The King of Fighters XIII

SNK Playmore/Atlus Games

PS3, Xbox 360

Despite the Roman numerals at the end, King of Fighters is not nearly as well known a franchise as its fighting compatriots like Mortal Kombat or Street Fighter. But it has maintained a fervent cult following since 1991 and this thirteenth edition triumphs over the previous one by bringing back fan-favourite characters and adding new fighters, new moves and gorgeous hand-drawn graphics. The surrealist storyline, of course, is as incomprehensibly Japanese as ever (not that people play King of Fighters for plot) and the gameplay mechanics are nearly as complex. The game is rated T for teen, but its retro 2D style is perfect for nostalgic arcade-era adults who recall dumping countless quarters into coin-op machines during the 1990s fighting game craze.

Gears of War 3

Epic Games/ Microsoft Studios

Xbox 360

Gears of War 3 conclude its trilogy and brings this generation-defining third-person shooter to a satisfying conclusion. Pretty much every Xbox 360-owner became a fan of this allegorical war story about a society destroyed by its ravenous need for energy. When last we saw the ever-bulky Marcus Fenix and his merry band of COGs, they were destroying the last remaining human settlement on the planet of Sera in a last-ditch gambit to exterminate the insect-like Locust hordes that had emerged from underground in the first game. They didn't succeed, and we start out this time with humanity's survivors floating on the sea in search of new safe haven before all hell breaks loose. Again.
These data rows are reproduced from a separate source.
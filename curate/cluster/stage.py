"""One stage's method with a cluster: partitioned on the workers, or with its queries there.

Methods declared ``runs_partitioned`` (condensing and hybrid ones) run per
stratified partition on the workers, then once over the union
(:mod:`curate.cluster.partitioned`); every other method runs here, its
neighbour queries going to the workers in blocks through the session.
"""

from __future__ import annotations

from collections.abc import Callable, Mapping, Sequence
from dataclasses import dataclass
from typing import TYPE_CHECKING, Any

import numpy as np

from curate.cluster.partitioned import partitioned_selection
from curate.cluster.session import ClusterSession, cluster_session, current_session
from curate.errors import CurateError
from curate.methods.base import Selection
from curate.neighbours.search import kneighbors, radius_neighbors, served_here
from curate.settings import ClusterSettings
from curate.space.points import Space

if TYPE_CHECKING:
    from curate.methods.base import MethodInfo

__all__ = ["kneighbors_on_cluster", "radius_on_cluster", "run_on_cluster"]


def kneighbors_on_cluster(space: Space, k: int, *, queries: np.ndarray | None = None,
                          reference: np.ndarray | None = None,
                          exclude_self: bool = True) -> tuple[np.ndarray, np.ndarray]:
    """:func:`curate.neighbours.kneighbors`, with the query rows split over the workers.

    Examples
    --------
    >>> s = Space.from_matrix([[0.0], [1.0], [3.0], [4.0]])  # no session open: runs here
    >>> kneighbors_on_cluster(s, 1)[1].ravel().tolist()
    [1, 0, 3, 2]
    """
    session = current_session(space.engine.cluster_address)
    found = None if session is None else session.kneighbors(
        space, k, queries=queries, reference=reference, exclude_self=exclude_self)
    if found is None:
        return kneighbors(served_here(space), k, queries=queries, reference=reference,
                          exclude_self=exclude_self)
    return found


def radius_on_cluster(space: Space, radius: float, *, queries: np.ndarray | None = None,
                      reference: np.ndarray | None = None,
                      exclude_self: bool = True) -> tuple[list[np.ndarray], list[np.ndarray]]:
    """:func:`curate.neighbours.radius_neighbors`, with the query rows split over the workers.

    Examples
    --------
    >>> s = Space.from_matrix([[0.0], [1.0], [3.0]])
    >>> [i.tolist() for i in radius_on_cluster(s, 1.0)[1]]
    [[1], [0], []]
    """
    session = current_session(space.engine.cluster_address)
    pairs = None if session is None else session.radius_neighbors(
        space, radius, queries=queries, reference=reference, exclude_self=exclude_self)
    if pairs is None:
        return radius_neighbors(served_here(space), radius, queries=queries,
                                reference=reference, exclude_self=exclude_self)
    return pairs


@dataclass(frozen=True)
class _Failure:
    """A curate error raised on a worker, sent back as data so its type and hint survive."""

    kind: type[CurateError]
    message: str
    hint: str | None


def _method_task(func: Callable[..., Selection], stage: tuple[Space, np.ndarray, np.ndarray],
                 rows: np.ndarray, seed: int, params: Mapping[str, Any]) -> Selection | _Failure:
    space, labels, removable = stage
    try:
        return func(space.subset(rows), labels[rows], removable=removable[rows], seed=seed,
                    **dict(params))
    except CurateError as err:
        return _Failure(type(err), err.message, err.hint)


def _runner(session: ClusterSession) -> Callable[..., list[Selection]]:
    """A ``run_all`` for :func:`curate.cluster.partitioned.partitioned_selection` that uses the workers.

    The stage's rows, labels and mask are shipped once to every worker; each
    task gets only the positions of its rows.
    """

    def run_all(func: Callable[..., Selection], space: Space, labels: np.ndarray,
                removable: np.ndarray, rows: Sequence[np.ndarray], seed: int,
                params: Mapping[str, Any], what: str) -> list[Selection]:
        stage = session.ship(space, lambda: (served_here(space), labels, removable))
        calls = [(func, stage, r, seed, dict(params)) for r in rows]
        label = f"{len(rows)} partitions" if what == "partition" else "the pass over the union"
        results = session.run(_method_task, calls, label)
        for number, (result, r) in enumerate(zip(results, rows, strict=True), start=1):
            if isinstance(result, _Failure):
                where = (f"partition {number} of {len(rows)} ({len(r)} rows)" if what == "partition"
                         else f"the pass over the union of the partitions ({len(r)} rows)")
                fewer = "set fewer [cluster] partitions" if what == "partition" else None
                hint = "; or ".join(h for h in (result.hint, fewer) if h) or None
                raise result.kind(f"{where}: {result.message}", hint=hint)
        return results

    return run_all


def run_on_cluster(info: MethodInfo, space: Space, labels: np.ndarray, *, removable: np.ndarray,
                   seed: int, params: Mapping[str, Any]) -> Selection:
    """Run one stage's method with the cluster of ``space.engine.cluster_address``.

    Methods declared ``runs_partitioned`` (condensing and hybrid ones) run per
    stratified partition, then over the union; other methods run here with their
    neighbour queries on the workers.
    Opens a session for the call if none is open for that address.
    """
    session = current_session(space.engine.cluster_address)
    if session is None:
        with cluster_session(ClusterSettings(space.engine.cluster_address)) as opened:
            assert opened is not None
            return _run_stage(opened, info, space, labels, removable, seed, params)
    return _run_stage(session, info, space, labels, removable, seed, params)


def _run_stage(session: ClusterSession, info: MethodInfo, space: Space, labels: np.ndarray,
               removable: np.ndarray, seed: int, params: Mapping[str, Any]) -> Selection:
    before = session.blocks
    if info.runs_partitioned:
        sel = partitioned_selection(info.func, served_here(space), labels, removable=removable,
                                    seed=seed, params=params, parts=session.partitions,
                                    run_all=_runner(session))
        mode = "stratified partitions, then one pass over their union"
    else:
        sel = info.func(space, labels, removable=removable, seed=seed, **dict(params))
        mode = "neighbour queries in blocks over the workers; identical to a local run"
    sel.info["cluster"] = {"address": session.address, "mode": mode,
                           "tasks": session.blocks - before}
    return sel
The innovation of the original game has faded some, but the duck-and-cover gameplay is as gripping as ever, the set-pieces and bosses are big and badass, and for those who have invested all these hours into this war-torn world, it's time see how they reel the storyline in.

Infamous 2

Sucker Punch/Sony


This sequel to Sucker Punch's original (if totally inspired-by) superhero story sees the electrically-powered anti-hero Cole McGrath abandoning Empire City for the post-Katrina New Orleans stand-in New Marais. With the flood waters still around, it's a somewhat dangerous place for an electrical man, especially with the ominous Beast making its way over and an anti-mutant militia eager to take down anyone with superpowers. The story is a collage of X-Men and Watchmen tropes -- discrimination, time-travel, plague, sacrifice -- but Cole's powers are cool, the open-world is wonderfully well-realized and there's a level editor that adds a ton of user-generated content to bulk up the replay value.



Ps3, Xbox 360

Perhaps one of the weirdest games ever made, Catherine is easily the most mature game on this list, even if its lead character is less than mature. This is a game about growing up and about infidelity, which already makes it an anomaly. Our milquetoast protagonist Vincent, who mostly just hangs out at his local bar with his buddies, is getting pressured to marry his long-term girlfriend Katherine. He panics and hooks up with a new girl, Catherine, and suddenly his life is thrown into turmoil. But as much as this framing story focuses on quotidian realism, the game itself gets surreal pretty quick when Vincent starts having horrible nightmares where he’s surrounded by sheep-men and trying to climb these deadly box towers. These puzzle-like sections are the most traditionally game-like it gets, but Catherine really scores points by redefining what a game can be.